Haven't went again this year , but I usually attend Daytona turkey rod run which can have from 6 to 10 thousand cars for show & sale. Many have that average decent repaint look, but every so often you see one that stands out in fit & finish & overall smoothness, especially when in black. The things like simultaneously adding filler across areas like between hood & fender & blocking together & using long sanding blocks early on in process really set some cars way ahead of the pack of average repaints & combined with all the high dollar items make a 100,000 dollar for sale price seem a reasonable asking price. Less noticeable to the average person is time spent perfecting areas like door jambs, which can total more hours on a show car than all bodywork on a decent repaint.
 
#29
Putting aside tv show examples, I have a book titled How to paint your show car from approx 10 to 15 years ago. Written by someone that spent time in shops like Jay Leno's & Foose. Haven't looked at in years, but it has some time & materials examples done in some of these shops. I remember 10 gallons of filler being listed as a show car average on what is a pretty straight car metal wise. Of course most is sanded off & I'd imagine a lot is just wasted during mixing compared to those of us paying directly for materials. One example Foose's I think 2002' or so new Thunderbird project listed 400 hours on colorsand & buff, where I've spent 40 hours back then on a larger vehicle to get to what I'd call pretty damn good.
There are two examples that change my attitude to car shows. You have the guys like the fantom works guy basically shit all over every car he gets. You get the shows that laugh at all the bondo that is on a car, then go ahead and put an entire coat of bondo over the entire car to make it straight.

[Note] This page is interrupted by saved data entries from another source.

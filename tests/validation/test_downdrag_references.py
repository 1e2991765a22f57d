"""Downdrag by Fellenius' unified method: neutral plane, dragload and settlement there.

Source: B. H. Fellenius (2004), "Unified design of piled foundations with emphasis on settlement
analysis", ASCE Geotechnical Special Publication 125, and *Basics of Foundation Design* (the
neutral plane where the load curve from the head, Q_d plus negative skin friction, meets the
resistance curve from the toe, R_toe plus positive shaft; found in a secondary source). Only the
method is published here, not numbers: the expected values are hand calculations with the
arithmetic in the comments. Pile: D 0.6 m (perimeter 1.88496 m), head 0, toe -20 m, Q_d 500 kN,
R_toe 300 kN.
"""

import numpy as np
import pytest
from hypothesis import given, settings
from hypothesis import strategies as st

from design_core import checks
from design_core.downdrag import CODES, DowndragInput, downdrag_check, neutral_plane
from design_core.rules import Rules


@pytest.fixture(autouse=True)
def _new_codes(monkeypatch):
    """The lead adds the new codes to CHECK_CODES at merge; until then the tests extend it."""
    extra = tuple(c for c in CODES if c not in checks.CHECK_CODES)
    monkeypatch.setattr(checks, "CHECK_CODES", checks.CHECK_CODES + extra)


LEVELS = tuple(np.linspace(0.0, -20.0, 41))
SETTLING = tuple(lv > -6.0 for lv in LEVELS)


def _pile(friction, toe=300.0, load=500.0, settlement=None):
    return DowndragInput(LEVELS, friction, SETTLING, 0.6, load, toe, settlement)


def test_uniform_friction_neutral_plane():
    # Hand calculation: f 30 kPa -> 56.549 kN/m, shaft 1130.97 kN. 500 + 56.549 z = 300 +
    # 56.549 (20 - z) -> z = 930.97 / 113.097 = 8.2316 m; dragload 56.549 x 8.2316 = 465.49 kN
    res = neutral_plane(_pile((30.0,) * 41))
    assert res.neutral_plane == pytest.approx(-8.2316, abs=1e-3)
    assert res.dragload == pytest.approx(465.49, abs=0.05)
    assert res.max_force == pytest.approx(965.49, abs=0.05)


def test_friction_rising_with_depth_neutral_plane():
    # Hand calculation: f = 10 + 2 d kPa -> shaft to depth z = per (10 z + z^2), whole shaft
    # per x 600 = 1130.97 kN. 2 per (10 z + z^2) = 300 + 1130.97 - 500 -> 10 z + z^2 = 246.948
    # -> z = (-10 + sqrt(100 + 987.79)) / 2 = 11.4909 m; dragload again 465.49 kN
    friction = tuple(10.0 + 2.0 * -lv for lv in LEVELS)
    res = neutral_plane(_pile(friction))
    assert res.neutral_plane == pytest.approx(-11.4909, abs=1e-3)
    assert res.dragload == pytest.approx(465.49, abs=0.05)


def test_dragload_is_half_of_resistance_less_load():
    # Statics of the two curves: at the neutral plane Q_n = (R_toe + Q_s - Q_d) / 2 whatever the
    # distribution of f. Hand calculation: f 40 kPa down to -9.5 m, linear to 20 kPa at -10 m,
    # 20 below: Q_s = 1.88496 x (40 x 9.5 + 30 x 0.5 + 20 x 10) = 1.88496 x 595 = 1121.55 kN;
    # Q_n = (300 + 1121.55 - 500) / 2 = 460.77 kN
    friction = tuple(40.0 if lv > -10 else 20.0 for lv in LEVELS)
    assert neutral_plane(_pile(friction)).dragload == pytest.approx(460.77, abs=0.05)


def test_settlement_at_the_neutral_plane_from_the_ground_profile():
    # Hand calculation: ground settles 100 mm at the head to 0 at the toe, linear: at 8.2316 m,
    # 100 x (1 - 8.2316/20) = 58.84 mm
    settle = tuple(100.0 * (1.0 + lv / 20.0) for lv in LEVELS)
    res = neutral_plane(_pile((30.0,) * 41, settlement=settle))
    assert res.settlement_mm == pytest.approx(58.84, abs=0.01)


def test_end_bearing_pile_neutral_plane_at_the_toe():
    # Method: with R_toe above Q_d + the whole shaft the curves meet at the toe; dragload =
    # the whole shaft, 1130.97 kN
    res = neutral_plane(_pile((30.0,) * 41, toe=5000.0))
    assert res.neutral_plane == pytest.approx(-20.0)
    assert res.dragload == pytest.approx(1130.97, abs=0.05)


def test_overloaded_pile_has_no_neutral_plane_and_is_short():
    chk = downdrag_check(_pile((30.0,) * 41, load=2000.0), 5000.0)
    assert chk.ok is False and "no neutral plane" in chk.reason


def test_structural_check_factors_the_load_and_the_dragload():
    # Hand calculation: 1.5 x 500 + 1.4 x 465.49 = 1401.7 kN against 1500 kN -> 0.9345
    chk = downdrag_check(_pile((30.0,) * 41), 1500.0, Rules())
    assert chk.value == pytest.approx(1401.7, abs=0.1)
    assert chk.utilisation == pytest.approx(0.9345, abs=1e-3)
    assert chk.ok is True


@settings(max_examples=40, deadline=None)
@given(toe=st.floats(0.0, 1500.0), more=st.floats(10.0, 1000.0))
def test_neutral_plane_moves_down_as_toe_resistance_rises(toe, more):
    lo = neutral_plane(_pile((30.0,) * 41, toe=toe)).neutral_plane
    hi = neutral_plane(_pile((30.0,) * 41, toe=toe + more)).neutral_plane
    assert hi <= lo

Things changed a little for me last week when I looked at that TDS for the Kindig paint, with 5 minute flash times and 30 minutes to clear, even though the guy on the show says they bake the first coat so they can sand off all the nibs.

Paint should at most be 2 days, its getting there that people need to be more realistic with. Those two episodes for a car are usually condensed from 4 months.
 
#30
There is a thread on the Mopar Forum I go to from time to time where the author is complaining that he should be able to get a paint job for under $5k.
Many replies there similar to the ones here about what you will get for that price.

I looked up my records and the '55 Chevy being a custom built project had just under 950 hours and it still isn't finished. He took it to get the power windows installed, front end aligned etc. but I found out none of it ever got done. He is wanting to bring it back to me to finish.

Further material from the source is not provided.